Bug #6791
closedmds assert after startup - CDir::commit error (want > commited version)
0%
Description
On upgrade from 0.67 to 0.72 i experienced the bug 6755.
I repaired the system with the ceph_filestore_tool as described in the bug 6761.
After that i started the system with wip-6761-emperor. All pgs are active+clean.
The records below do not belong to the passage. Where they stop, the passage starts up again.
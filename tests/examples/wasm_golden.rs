//! Writes what the native runtime produces for the cases the JS tests replay, so that the tests
//! compare the WebAssembly package with native Rust on this machine, with the demo models as
//! they are now (their weights may be retrained: nothing here is committed).
//!
//! `cargo run -p genloom-tests --example wasm-golden -- OUT.json [--bench]` from the repository
//! root (it lives in the root workspace so that the test command reuses the root's build).
//!
//! OUT.json holds, per case, the sampling options, the latents as f32 bit patterns, the RGBA
//! pixels (base64) and the float output (f32 bits, base64) of each demo model; plus the path
//! frames of `latentPath`. With `--bench` it also times generation (per tile, batch 1 and 8,
//! fixed-batch plans, one thread) for the comparison in bindings/wasm/README.md: build it with
//! `--release` for that. `outsideWebSet` is the tiles model with one Relu turned into
//! ThresholdedRelu, an operator native genloom runs and the web build leaves out, so that the
//! JS tests see the web build refuse it by name.

use genloom::pixels::PixelFormat;
use genloom::{
    Generator, GeneratorOptions, Interpolation, Latents, LoadOptions, Model, PathOptions, Prior, RngMode,
    SampleOptions,
};
use prost::Message;
use serde_json::{json, Value};
use std::path::PathBuf;
use std::time::Instant;

/// One sampling case: what the JS test passes to `sampleLatents`.
struct Case {
    name: &'static str,
    seed: u64,
    count: usize,
    truncation: Option<f32>,
    psi: Option<f32>,
    prior: Prior,
    mode: RngMode,
    first_index: u64,
}

impl Case {
    const fn new(name: &'static str, seed: u64, count: usize) -> Case {
        Case {
            name,
            seed,
            count,
            truncation: None,
            psi: None,
            prior: Prior::Gaussian,
            mode: RngMode::Portable,
            first_index: 0,
        }
    }

    fn options(&self) -> SampleOptions {
        let mut o = SampleOptions::new(self.seed, self.count);
        o.truncation = self.truncation;
        o.psi = self.psi;
        o.prior = self.prior;
        o.mode = self.mode;
        o.first_index = self.first_index;
        o
    }

    /// The options as the JS API spells them (seeds as decimal strings, read back as BigInt).
    fn js_options(&self) -> Value {
        let mut o = serde_json::Map::new();
        if let Some(t) = self.truncation {
            o.insert("truncation".into(), json!(t));
        }
        if let Some(p) = self.psi {
            o.insert("psi".into(), json!(p));
        }
        if self.prior == Prior::Uniform {
            o.insert("prior".into(), json!("uniform"));
        }
        if self.mode == RngMode::NumpyCompatible {
            o.insert("mode".into(), json!("numpy"));
        }
        if self.first_index != 0 {
            o.insert("firstIndex".into(), json!(self.first_index.to_string()));
        }
        Value::Object(o)
    }
}

fn cases() -> Vec<Case> {
    let mut v = vec![
        Case::new("page-default", 7, 16),
        Case::new("seed-0", 0, 3),
        Case::new("seed-123", 123, 8),
        Case::new("seed-1", 1, 2),
        Case::new("seed-huge", u64::MAX, 2),
        Case::new("seed-2^63+5", (1 << 63) + 5, 1),
    ];
    let mut c = Case::new("truncation-0.7", 7, 16);
    c.truncation = Some(0.7);
    v.push(c);
    let mut c = Case::new("psi-0.5", 11, 4);
    c.psi = Some(0.5);
    v.push(c);
    let mut c = Case::new("uniform", 5, 2);
    c.prior = Prior::Uniform;
    v.push(c);
    let mut c = Case::new("numpy-42", 42, 3);
    c.mode = RngMode::NumpyCompatible;
    v.push(c);
    let mut c = Case::new("first-index-5", 7, 3);
    c.first_index = 5;
    v.push(c);
    v
}

fn bits(values: &[f32]) -> Vec<u32> {
    values.iter().map(|x| x.to_bits()).collect()
}

fn b64(bytes: &[u8]) -> String {
    const A: &[u8; 64] = b"ABCDEFGHIJKLMNOPQRSTUVWXYZabcdefghijklmnopqrstuvwxyz0123456789+/";
    let mut s = String::with_capacity(bytes.len().div_ceil(3) * 4);
    for chunk in bytes.chunks(3) {
        let n = chunk.iter().enumerate().fold(0u32, |n, (i, &b)| n | u32::from(b) << (16 - 8 * i));
        for i in 0..4 {
            if i <= chunk.len() {
                s.push(A[((n >> (18 - 6 * i)) & 63) as usize] as char);
            } else {
                s.push('=');
            }
        }
    }
    s
}

fn rgba(images: &genloom::Images) -> Result<Vec<u8>, genloom::Error> {
    let mut out = Vec::new();
    for i in 0..images.count {
        out.extend(genloom::pixels::to_pixels(images, i, PixelFormat::Rgba8)?.0.data);
    }
    Ok(out)
}

fn floats_b64(values: &[f32]) -> String {
    b64(&values.iter().flat_map(|x| x.to_le_bytes()).collect::<Vec<u8>>())
}

/// Milliseconds per tile at `batch`: the best of 5 rounds of about `budget_ms / 5` each (other
/// work on the machine only ever adds time), after a warm-up. The JS bench does the same.
fn per_tile_ms(
    g: &Generator,
    batch: usize,
    labels: Option<&[i64]>,
    budget_ms: f64,
) -> Result<f64, genloom::Error> {
    let z = g.sample_latents(&SampleOptions::new(3, batch))?;
    let labels = labels.map(|l| l[..batch].to_vec());
    for _ in 0..3 {
        g.generate(&z, labels.as_deref())?;
    }
    let mut best = f64::INFINITY;
    for _ in 0..5 {
        let (start, mut runs) = (Instant::now(), 0usize);
        while start.elapsed().as_secs_f64() * 1e3 < budget_ms / 5.0 || runs < 3 {
            g.generate(&z, labels.as_deref())?;
            runs += 1;
        }
        best = best.min(start.elapsed().as_secs_f64() * 1e3 / (runs * batch) as f64);
    }
    Ok(best)
}

fn model(root: &std::path::Path, file: &str, bench: bool) -> Result<Value, Box<dyn std::error::Error>> {
    let bytes = std::fs::read(root.join("models-demo").join(file))?;
    let g = Generator::new(Model::from_bytes(&bytes, &LoadOptions::default())?, GeneratorOptions::default())?;
    let sig = g.signature().clone();
    let classes = sig.label.as_ref().map(|l| l.classes);
    let mut out = Vec::new();
    for case in cases() {
        let z = g.sample_latents(&case.options())?;
        let labels: Option<Vec<i64>> =
            classes.map(|k| (0..case.count as i64).map(|i| i % k as i64).collect());
        let images = g.generate(&z, labels.as_deref())?;
        out.push(json!({
            "name": case.name,
            "seed": case.seed.to_string(),
            "count": case.count,
            "options": case.js_options(),
            "labels": labels,
            "latentBits": bits(z.as_slice()),
            "rgba": b64(&rgba(&images)?),
            "floats": floats_b64(&images.data),
        }));
    }
    // A morph as the demo page makes it: seeds 7 and 8, one latent each, a looped slerp path.
    let a = g.sample_latents(&SampleOptions::new(7, 1))?;
    let b = g.sample_latents(&SampleOptions::new(8, 1))?;
    let keys = Latents::new(sig.latent.dim, [a.as_slice(), b.as_slice()].concat())?;
    let mut paths = Vec::new();
    for (interp, looped, steps) in [(Interpolation::Slerp, true, 24), (Interpolation::Lerp, false, 5)] {
        let mut po = PathOptions::default();
        po.steps = steps;
        po.interpolation = interp;
        po.looped = looped;
        let frames = genloom::latent::path(&keys, &po)?;
        paths.push(json!({
            "interpolation": if interp == Interpolation::Slerp { "slerp" } else { "lerp" },
            "looped": looped,
            "steps": steps,
            "keyframeBits": bits(keys.as_slice()),
            "frameBits": bits(frames.as_slice()),
        }));
    }
    let mut doc = json!({
        "file": file,
        "latentDim": sig.latent.dim,
        "labelClasses": classes,
        "width": sig.image.width,
        "height": sig.image.height,
        "channels": sig.image.channels,
        "range": [sig.image.range.lo, sig.image.range.hi],
        "cases": out,
        "paths": paths,
    });
    if bench {
        let labels: Option<Vec<i64>> = classes.map(|k| (0..8).map(|i| i % k as i64).collect());
        doc["nativeMsPerTile"] = json!({
            "batch1": per_tile_ms(&g, 1, labels.as_deref(), 1500.0)?,
            "batch8": per_tile_ms(&g, 8, labels.as_deref(), 1500.0)?,
        });
    }
    Ok(doc)
}

/// The tiles model with its first Relu turned into ThresholdedRelu (ONNX: `x if x > alpha else
/// 0`, alpha 1 by default): still a generator, which native genloom loads.
fn outside_web_set(root: &std::path::Path) -> Result<Value, Box<dyn std::error::Error>> {
    let bytes = std::fs::read(root.join("models-demo").join("tiles.onnx"))?;
    let mut proto = tract_onnx::pb::ModelProto::decode(&bytes[..])?;
    let graph = proto.graph.as_mut().ok_or("tiles.onnx has no graph")?;
    let node = graph.node.iter_mut().find(|n| n.op_type == "Relu").ok_or("tiles.onnx has no Relu")?;
    node.op_type = "ThresholdedRelu".into();
    let name = node.name.clone();
    let edited = proto.encode_to_vec();
    let native = Model::from_bytes(&edited, &LoadOptions::default());
    Ok(json!({
        "bytes": b64(&edited),
        "opType": "ThresholdedRelu",
        "node": name,
        "nativeLoads": native.is_ok(),
    }))
}

fn main() -> Result<(), Box<dyn std::error::Error>> {
    let mut args = std::env::args().skip(1);
    let out = PathBuf::from(args.next().ok_or("usage: wasm-golden OUT.json [--bench]")?);
    let bench = args.any(|a| a == "--bench");
    let root = PathBuf::from(env!("CARGO_MANIFEST_DIR")).join("..");
    let doc = json!({
        "producer": "native genloom (tests/examples/wasm_golden.rs)",
        "profile": if cfg!(debug_assertions) { "debug" } else { "release" },
        "models": {
            "tiles": model(&root, "tiles.onnx", bench)?,
            "tiles-kind": model(&root, "tiles-kind.onnx", bench)?,
        },
        "outsideWebSet": outside_web_set(&root)?,
    });
    if let Some(dir) = out.parent() {
        std::fs::create_dir_all(dir)?;
    }
    std::fs::write(&out, serde_json::to_vec(&doc)?)?;
    eprintln!("wrote {}", out.display());
    Ok(())
}
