/// The frames of a path through keyframe latents `[K, dim]`.
#[pyfunction]
#[pyo3(signature = (keyframes, steps=16, interpolation="slerp", looped=false))]
fn latent_path<'py>(
    py: Python<'py>,
    keyframes: &Bound<'py, PyAny>,
    steps: usize,
    interpolation: &str,
    looped: bool,
) -> PyResult<Bound<'py, PyArray2<f32>>> {
    let k = latents_from(keyframes, 0)?;
    let mut o = genloom::PathOptions::default();
    o.steps = steps;
    o.interpolation = interpolation.parse().map_err(py_err)?;
    o.looped = looped;
    let p = genloom::latent::path(&k, &o).map_err(py_err)?;
    let dim = p.dim();
    let a =
        Array2::from_shape_vec((p.count(), dim), p.into_vec()).map_err(|e| argument_error(e.to_string()))?;
    Ok(a.into_pyarray(py))
}

/// A flat float32 copy of an array of any shape (float32 or float64).
fn floats(v: &Bound<'_, PyAny>, what: &str) -> PyResult<Vec<f32>> {
    if let Ok(a) = v.extract::<numpy::PyReadonlyArrayDyn<f32>>() {
        return Ok(convert::c_order(&a));
    }
    if let Ok(a) = v.extract::<numpy::PyReadonlyArrayDyn<f64>>() {
        return Ok(a.as_array().iter().map(|&x| x as f32).collect());
    }
    Err(argument_error(format!("{what} is {}, expected a float32 array", convert::describe(v))))
}

/// Runs the release gate; returns the report (schema genloom.check/1) as JSON text.
#[pyfunction]
#[pyo3(signature = (path, *, options, reference=None, labels=None, against=None, skip=Vec::new(), load=None))]
#[allow(clippy::too_many_arguments)]
fn check(
    py: Python<'_>,
    path: PathBuf,
    options: &Bound<'_, PyDict>,
    reference: Option<(Bound<'_, PyAny>, Bound<'_, PyAny>)>,
    labels: Option<&Bound<'_, PyAny>>,
    against: Option<PathBuf>,
    skip: Vec<String>,
    load: Option<&Bound<'_, PyDict>>,
) -> PyResult<String> {
    let load = convert::load_from_dict(load)?;
    let mut o = convert::check_options(options)?;
    o.skip = skip.iter().map(|s| s.parse()).collect::<genloom::Result<_>>().map_err(py_err)?;
    o.validate().map_err(py_err)?;
    if let Some(src) = against {
        o.against = Some(py.detach(|| genloom::Model::from_path(&src, &load)).map_err(py_err)?);
    }
    if let Some((lat, out)) = reference {
        let dim =
            py.detach(|| genloom::Model::from_path(&path, &load)).map_err(py_err)?.signature().latent.dim;
        let latents = latents_from(&lat, dim)?;
        let outputs = floats(&out, "the reference outputs")?;
        let labels = labels.map(labels_from).transpose()?;
        o.reference = Some(genloom::check::FrameworkReference { latents, labels, outputs });
    } else if labels.is_some() {
        return Err(argument_error("labels were given without reference=(latents, outputs)"));
    }
    let report = py.detach(|| genloom::check::check_path(&path, &load, &o)).map_err(py_err)?;
    serde_json::to_string(&report).map_err(|e| argument_error(e.to_string()))
}

/// Converts a model and writes the export; returns the fidelity report as JSON text.
#[pyfunction]
#[pyo3(signature = (path, *, to, out, per_channel=true, keep_float=None, eval_seed=0, eval_count=64, load=None))]
#[allow(clippy::too_many_arguments)]
fn convert_model(
    py: Python<'_>,
    path: PathBuf,
    to: &str,
    out: PathBuf,
    per_channel: bool,
    keep_float: Option<Vec<String>>,
    eval_seed: u64,
    eval_count: usize,
    load: Option<&Bound<'_, PyDict>>,
) -> PyResult<String> {
    let load = convert::load_from_dict(load)?;
    let mut o = genloom::ConvertOptions::new(to.parse().map_err(py_err)?);
    o.per_channel = per_channel;
    if let Some(nodes) = keep_float {
        o.keep_float = genloom::convert::KeepFloat::Nodes(nodes);
    }
    o.eval_seed = eval_seed;
    o.eval_count = eval_count;
    if path.canonicalize().ok().is_some() && path.canonicalize().ok() == out.canonicalize().ok() {
        return Err(argument_error(format!(
            "out {} is the source model itself; choose another file",
            out.display()
        )));
    }
    let export = py
        .detach(|| {
            let source = genloom::Model::from_path(&path, &load)?;
            let export = genloom::convert::convert(&source, &o)?;
            genloom::files::write_atomic(&out, &export.bytes)?;
            Ok::<_, genloom::Error>(export)
        })
        .map_err(py_err)?;
    serde_json::to_string(&export.report).map_err(|e| argument_error(e.to_string()))
}

/// Compares two models on the same seeded latents; returns the fidelity as JSON text.
#[pyfunction]
#[pyo3(signature = (reference, other, *, seed=0, count=64))]
fn compare(py: Python<'_>, reference: PathBuf, other: PathBuf, seed: u64, count: usize) -> PyResult<String> {
    let f = py
        .detach(|| {
            let a = genloom::Model::from_path(&reference, &LoadOptions::default())?;
            let b = genloom::Model::from_path(&other, &LoadOptions::default())?;
            genloom::convert::compare(&a, &b, seed, count)
        })
        .map_err(py_err)?;
    serde_json::to_string(&f).map_err(|e| argument_error(e.to_string()))
}

/// Measures a model; returns the measurement as JSON text (heap figures are zero: the
/// extension does not count allocations).
#[pyfunction]
#[pyo3(name = "bench", signature = (path, *, micro_batches=None, threads=None, iters=40, count=512, f16_compute=false))]
fn bench_model(
    py: Python<'_>,
    path: PathBuf,
    micro_batches: Option<Vec<usize>>,
    threads: Option<Vec<usize>>,
    iters: usize,
    count: usize,
    f16_compute: bool,
) -> PyResult<String> {
    let mut o = genloom::bench::BenchOptions::default();
    if let Some(m) = micro_batches {
        o.micro_batches = m;
    }
    if let Some(t) = threads {
        o.threads = t;
    }
    o.iters = iters;
    o.count = count;
    o.f16_compute = f16_compute;
    let m = py
        .detach(|| {
            let model = genloom::Model::from_path(&path, &LoadOptions::default())?;
            genloom::bench::measure(&model, &o, &genloom::bench::NoHeapMeter, &mut |_| {})
        })
        .map_err(py_err)?;
    serde_json::to_string(&m).map_err(|e| argument_error(e.to_string()))
}

/// The extension module.
#[pymodule]
fn _native(m: &Bound<'_, PyModule>) -> PyResult<()> {
    m.add_class::<PyModel>()?;
    m.add_class::<PyGenerator>()?;
    m.add_function(wrap_pyfunction!(lerp, m)?)?;
    m.add_function(wrap_pyfunction!(slerp, m)?)?;
    m.add_function(wrap_pyfunction!(latent_path, m)?)?;
    m.add_function(wrap_pyfunction!(check, m)?)?;
    m.add_function(wrap_pyfunction!(convert_model, m)?)?;
    m.add_function(wrap_pyfunction!(compare, m)?)?;
    m.add_function(wrap_pyfunction!(bench_model, m)?)?;
    m.add("VERSION", genloom::VERSION)?;
    m.add("DEFAULT_SEED", genloom::DEFAULT_SEED)?;
    Ok(())
}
But the mds asserts after startup with the error:
mds/CDir.cc: In function 'void CDir::commit(version_t, Context*, bool)' thread 7fb82cc64700 time 2013-11-16 22:35:56.495266
mds/CDir.cc: 1718: FAILED assert(want > committed_version)
My system runs on Ubuntu 13.04
Files
Updated by Maros Vegh over 10 years ago
On a higher log level i can see that this happens during "try_to_expire" on a journal LogSegment:
-4> 2013-11-17 11:02:05.053688 7feee2234700 10 mds.0.cache.ino(10002f3a3fd) clear_dirty_parent
-3> 2013-11-17 11:02:05.053693 7feee2234700 10 mds.0.log _maybe_expired segment 3213692504680 2387 events
-2> 2013-11-17 11:02:05.053697 7feee2234700 6 mds.0.journal LogSegment(3213692504680).try_to_expire
-1> 2013-11-17 11:02:05.053707 7feee2234700 10 mds.0.cache.dir(10002f62375) commit want 0 on [dir 10002f62375 /meteo_data/opt/wrf/umbriel/input_arch/2013111506/ [2,head] auth v=453 cv=453/453 state=1073741824 f(v0 m2013-11-15 10:45:41.467229 34=34+0) n(v0 rc2013-11-15 10:45:41.467229 b288063844 34=34+0) hs=34+0,ss=0+0 dirty=18 | child=1 authpin=0 0x4ec4000]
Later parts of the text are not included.